森づくりの知恵が集結…道総研の研究成果発表

北海道の豊かな森林を守るための知恵や道産木材の活用方法に関する研究成果の発表会がきょう、札幌で開かれました。北海道立総合研究機構(道総研)が主催し、森づくりと木材利用をテーマにした35の研究成果が発表されました。

発表会には林業関係者のほか、森林資源の活用法について学ぶ学生らが訪れ、「シラカンバを建築材に使おうという方向性が見えてこれからどのように利用されていくのか興味がわいた」などと話していました。

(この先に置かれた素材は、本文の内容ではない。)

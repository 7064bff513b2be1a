import type { ShareList } from './chapter'

/** One fault: of 100 calls, one figure per group of machines; 0 means it is not on that list. */
export type ShareRow = readonly [fault: string, ...of100: number[]]

/**
 * The lists of one complaint from its groups and rows. A column and its "something else" add to 100. Guesses of
 * people who do the work, no count behind them: the shop's own closed jobs replace them (rule R5).
 */
export const columns = (
  groups: readonly Omit<ShareList, 'of100'>[],
  rows: readonly ShareRow[],
): ShareList[] =>
  groups.map((group, column) => ({
    ...group,
    of100: Object.fromEntries(
      rows.flatMap(([fault, ...of100]) => {
        const share = of100[column] ?? 0
        return share > 0 ? [[fault, share]] : []
      }),
    ),
  }))
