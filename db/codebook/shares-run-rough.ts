import type { ShareList } from './chapter'
import { columns, type ShareRow } from './shares-run'

const GROUPS: readonly Omit<ShareList, 'of100'>[] = [
  { symptom: 'runsRough', gate: { fuelling: ['injection'], strokes: ['four'] }, somethingElse: 8 },
  { symptom: 'runsRough', gate: { fuelling: ['injection'], strokes: ['two'] }, somethingElse: 8 },
  {
    symptom: 'runsRough',
    gate: { fuelling: ['carburettor'], strokes: ['four'] },
    somethingElse: 8,
  },
  { symptom: 'runsRough', gate: { fuelling: ['carburettor'], strokes: ['two'] }, somethingElse: 8 },
]

/** Columns: injection four-stroke, injection two-stroke, carburettor four-stroke, carburettor two-stroke. */
const ROWS: readonly ShareRow[] = [
  ['fuelStale', 6, 7, 9, 8],
  ['fuelFilterBlocked', 4, 4, 4, 3],
  ['tankVentBlocked', 2, 2, 3, 3],
  ['fuelPumpWeak', 7, 5, 0, 0],
  ['injectorBlocked', 6, 4, 0, 0],
  ['injectorCircuit', 3.5, 4, 0, 0],
  ['injectorLeaking', 2, 2, 0, 0],
  ['jetsBlocked', 0, 0, 21.5, 17],
  ['floatNeedleStuck', 0, 0, 6, 5],
  ['chokeWrong', 0, 0, 4, 4],
  ['pulsePumpWeak', 0, 0, 2, 3],
  ['sparkPlugBad', 9.5, 15, 10, 15],
  ['ignitionCoilPart', 5, 4, 3, 3],
  ['ignitionCoilWiring', 3.5, 3, 1.5, 1.5],
  ['ignitionCoilSupply', 2, 1, 0, 0],
  ['coilOutputLeaks', 4, 4, 4, 3.5],
  ['crankSensorWiring', 1.5, 1, 0.5, 0.5],
  ['groundPoor', 2, 1, 0.5, 0],
  ['sensorSupplyDown', 1.5, 1, 0, 0],
  ['airFilterBlocked', 5, 1.5, 8, 3],
  ['intakeIce', 0, 5, 0, 1],
  ['intakeLeak', 4, 5, 8, 7],
  ['idleAirStuck', 4, 2, 0, 0],
  ['mapSensorBad', 5, 3, 0, 0],
  ['throttleSensorBad', 3, 3, 0, 0],
  ['coolantSensorBad', 1.5, 1.5, 0, 0],
  ['airTempSensorBad', 1.5, 1.5, 0, 0],
  ['oxygenSensorBad', 2.5, 0, 0, 0],
  ['powerValveStuck', 0, 4, 0, 4],
  ['valveTight', 3, 0, 4, 0],
  ['lowCompression', 1.5, 2.5, 2, 4],
  ['crankSealLeak', 0, 2.5, 0, 3.5],
  ['reedBroken', 0, 1.5, 0, 2],
  ['headGasketLeaking', 1.5, 1, 1, 1],
]

/** What lies behind "runs rough or misfires". */
export const ROUGH_SHARES: ShareList[] = columns(GROUPS, ROWS)
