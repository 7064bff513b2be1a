// npm run kill -- [--rounds 50] [--only server|postgres|phone] [--seed 7]: kills server, database and phone in
// the middle of their work, again and again, and proves after each that nothing is lost or doubled.
import { existsSync } from 'node:fs'
import { join } from 'node:path'
import { ending } from './ending.mjs'
import {
  build,
  call,
  database,
  installPackages,
  leaveDatabase,
  modules,
  settings,
  stopCall,
} from './setup.mjs'

const args = process.argv.slice(2)
const only = args.includes('--only') ? args[args.indexOf('--only') + 1] : undefined
const wants = (part) => only === undefined || only === part

const ends = ending({ onSignal: 1 })
await ends.around(async () => {
  settings()
  ends.later(stopCall)
  await modules()
  ends.later(leaveDatabase)
  await database('farbench_test')
  ends.later(stopCall)
  if (wants('phone') && !existsSync('/usr/bin/chromium')) await installPackages('chromium')
  if (wants('server')) await build()
  const tsx = join('node_modules', '.bin', 'tsx')
  const { status } = await call(tsx, ['tests/kill/kill.ts', ...args])
  await ends.end(status ?? 1)
})
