import type { SwapItem } from '@/lib/model/code-book'
import { BATTERY_GAS, KEY_OFF, MONOXIDE, MOVES } from './cautions'
import { FAN_STARTS, HOT_REGULATOR, POISON, SCALDS, SPEED_CAP } from './cautions-charge'
import { COOLANT, RADIATOR_FAN, WITH_BATTERY } from './gates-charge'
import { GUESS } from './sources'

/** Swaps with a known-good part, in the order fit, refit, fit. */
export const CHARGE_SWAPS: SwapItem[] = [
  {
    kind: 'swap',
    id: 'regulatorSwap',
    name: 'Regulator swap',
    fault: 'regulatorFailed',
    part: 'regulatorUnit',
    gate: WITH_BATTERY,
    minutes: 18,
    setups: ['sidePanelOff'],
    guideSafe: false,
    cautions: [HOT_REGULATOR, KEY_OFF, BATTERY_GAS, SPEED_CAP, MOVES, MONOXIDE],
    steps: [
      { text: 'Key off. The good one must be of the same kind and plug.', caution: KEY_OFF },
      { text: 'Fit it with bare metal below it. Plug it in.', caution: HOT_REGULATOR },
      { text: 'Brake on, start it, read the charge volts as before.', caution: SPEED_CAP },
      { text: 'Key off. Put the old one back. Read again: are they wrong again?', caution: null },
      { text: 'Fit the good one for good, if they were.', caution: null },
    ],
    table: {
      regulatorFailed: [6, 12, 82],
      regulatorOvercharges: [9, 13, 78],
      chargingPlugBurnt: [44, 49, 7],
      groundPoor: [66, 30, 4],
    },
    otherwise: [95, 4, 1],
    basis: 'physics',
    basisWords: 'Only the part that was changed went away and came back.',
    source: GUESS,
  },
  {
    kind: 'swap',
    id: 'fanRelaySwap',
    name: 'Fan relay swap',
    fault: 'fanCircuitFault',
    part: 'relay',
    gate: RADIATOR_FAN,
    minutes: 5,
    setups: ['seatOff'],
    guideSafe: false,
    cautions: [FAN_STARTS, KEY_OFF],
    steps: [
      { text: 'Key off. Find a relay with the same numbers on it.', caution: KEY_OFF },
      { text: 'Put it in the place of the fan relay. Hot engine, key on.', caution: FAN_STARTS },
      { text: 'Does the fan run now? Put the old one back: is it still again?', caution: null },
      { text: 'Leave the good one in if it was. Give the other circuit its own.', caution: null },
    ],
    table: { fanCircuitFault: [66, 8, 26], groundPoor: [91, 8, 1] },
    otherwise: [96, 3.6, 0.4],
    basis: 'commonPractice',
    basisWords: 'Guess: a quarter of fans that stay still have a bad relay.',
    source: GUESS,
  },
  {
    kind: 'swap',
    id: 'pressureCapSwap',
    name: 'Pressure cap swap',
    fault: 'coolantCapLeaks',
    part: 'coolantCap',
    gate: COOLANT,
    minutes: 16,
    setups: ['engineCold'],
    guideSafe: false,
    cautions: [SCALDS, POISON, MOVES, MONOXIDE],
    steps: [
      { text: 'Engine cold through. Fill to the neck. Fit the good cap.', caution: SCALDS },
      { text: 'It must have the same figure on it, no higher.', caution: null },
      { text: 'Brake on, start it, warm it up. Does it still spit?', caution: MOVES },
      { text: 'Stop it. Let it cool, fit the old cap, warm it up again.', caution: SCALDS },
    ],
    table: {
      coolantCapLeaks: [8, 17, 75],
      airInCoolant: [72, 26, 2],
      headGasketLeaking: [90, 9, 1],
      coolantLow: [86, 13, 1],
    },
    otherwise: [92, 7, 1],
    basis: 'physics',
    basisWords: 'Only the cap was changed; air that worked its way out can look the same once.',
    source: GUESS,
  },
]
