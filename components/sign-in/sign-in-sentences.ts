import type { SignInProblem } from '@/lib/ports/shop-line'

const SENTENCES: Record<SignInProblem['kind'], string> = {
  wrong: 'E-mail or password is not right. Check both and try again.',
  locked: 'Too many wrong tries. Wait 15 minutes, then try again.',
  noConnection:
    'No connection to the shop. Signing in needs it. Only a phone where you did not sign out opens the field without.',
  serverTrouble: 'The shop’s server did not answer as it should. Try again in a moment.',
}

/** The sentence for a refused or failed sign-in. */
export const signInSentence = (problem: SignInProblem): string => SENTENCES[problem.kind]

中でも注目を集めていたのは、体長5ミリほどの虫が持ち運ぶ病原菌によってミズナラの木が枯れてしまう「ナラ枯れ」の研究です。道内では去年、渡島の松前町と福島町でナラ枯れの被害が初めて確認されました。ナラ枯れが広がると林業に影響が出るだけでなく、クマのえさであるドングリが減り、食べ物を求めてクマが人里に現れる可能性が高まるとして、道総研森林研究本部の和田尚之さんは「虫がミズナラの木から出てくる前に中の虫ごと木を駆除することが重要。山で赤く枯れたミズナラ類がないか目を向けてもらい被害木を確実に見つけ出すことが一番大事になる」と注意を呼び掛けています。

また、道総研森林研究本部の加藤幸浩本部長は「林業や木材の関係者に研究成果を使ってもらい産業の振興につなげてもらいたい」とコメント。今後も研究成果を共有する機会を増やして林業の現場や企業での活用に繋げたいということです。